Collected data:
- - -
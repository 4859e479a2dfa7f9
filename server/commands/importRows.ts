import { v5 } from 'uuid'
import { PLACE_IN_DAY } from '#shared/cellar/movement'
import type { movements } from '#server/database/schema/index'
import type { FileLine, MovementLine } from '#server/ledgerFile/line'
import type { NamedBrew } from './brewsByCode'
import type { CellarState } from './cellarState'
import type { Work } from './work'

/** A row of the file, with the line it stands on. */
export type Placed<Row> = Row & { line: number }

type MovementRow = Required<typeof movements.$inferInsert>

export interface ImportRows {
  acts: { id: string, note: string | null }[]
  /** Brews that are not known yet. */
  brews: NamedBrew[]
  movements: Placed<Omit<MovementRow, 'brewId'> & { brewCode: string | null }>[]
  notes: Placed<{ id: string, actId: string, position: number, vesselId: string, notedOn: string, text: string }>[]
  reversals: Placed<{ id: string, movementId: string, reason: string, reversedOn: string }>[]
}

/**
 * The rows that a ledger file stands for. Ids that it does not bring are made out of its content and the line's place,
 * so that the same file sent again finds what the first one made.
 */
export function importRowsOf(work: Work, lines: readonly FileLine[], state: CellarState, fileHash: string): ImportRows {
  const idOf = (what: string) => v5(`${fileHash}:${what}`, work.brewery.id)
  const vesselIds = new Map(state.vessels.map(vessel => [vessel.name.toLowerCase(), vessel.id]))
  const vesselIdOf = (name: string) => vesselIds.get(name.toLowerCase()) ?? ''
  const known = new Set([...state.brews.values()].map(brew => brew.code))
  const acts = new Map<string, ImportRows['acts'][number]>()
  const positions = new Map<string, number>()
  const brews = new Map<string, NamedBrew>()
  const rows: ImportRows = { acts: [], brews: [], movements: [], notes: [], reversals: [] }

  const placeIn = (actId: string | null, date: string, note: string | null, position: number | null) => {
    const id = actId ?? idOf(`act:${date}`)
    acts.set(id, acts.get(id) ?? { id, note })
    const next = position ?? positions.get(id) ?? 0
    positions.set(id, next + 1)
    return { actId: id, position: next }
  }

  for (const line of lines) {
    const id = line.id ?? idOf(`line:${line.line}`)
    if (line.act === 'reversal') {
      rows.reversals.push({ line: line.line, id, movementId: line.reverses, reason: line.reason, reversedOn: line.date })
    }
    else if (line.act === 'note') {
      rows.notes.push({ line: line.line, id, ...placeIn(line.actId, line.date, null, null), vesselId: vesselIdOf(line.vessel), notedOn: line.date, text: line.text })
    }
    else {
      if (line.brew && !known.has(line.brew.code) && !brews.has(line.brew.code)) brews.set(line.brew.code, namedBrew(line.brew))
      rows.movements.push({
        line: line.line, breweryId: work.brewery.id, id, ...placeIn(line.actId, line.date, line.actNote, line.position),
        kind: line.act, vesselId: vesselIdOf(line.vessel), litres: line.litres, occurredOn: line.date,
        placeInDay: line.placeInDay ?? (line.actId === null ? 0 : PLACE_IN_DAY[line.act]),
        method: line.method, note: line.note, brewCode: line.brew?.code ?? null, lot: line.lot,
        toVesselId: line.toVessel === null ? null : vesselIdOf(line.toVessel), lossLitres: line.lossLitres, reason: line.reason,
      })
    }
  }
  rows.acts = [...acts.values()]
  rows.brews = [...brews.values()]
  return rows
}

function namedBrew({ code, brewedOn, ageBandDays, beerCode }: NonNullable<MovementLine['brew']>): NamedBrew {
  return { code, brewedOn, ...(ageBandDays !== null && { ageBandDays }), ...(beerCode !== null && { beerCode }) }
}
- - -
▶ [Task brief] Scan the entries for lines holding the string "export", then copy every one of them.

▶ [Output for this task]
export type Placed<Row> = Row & { line: number }
export interface ImportRows {
export function importRowsOf(work: Work, lines: readonly FileLine[], state: CellarState, fileHash: string): ImportRows {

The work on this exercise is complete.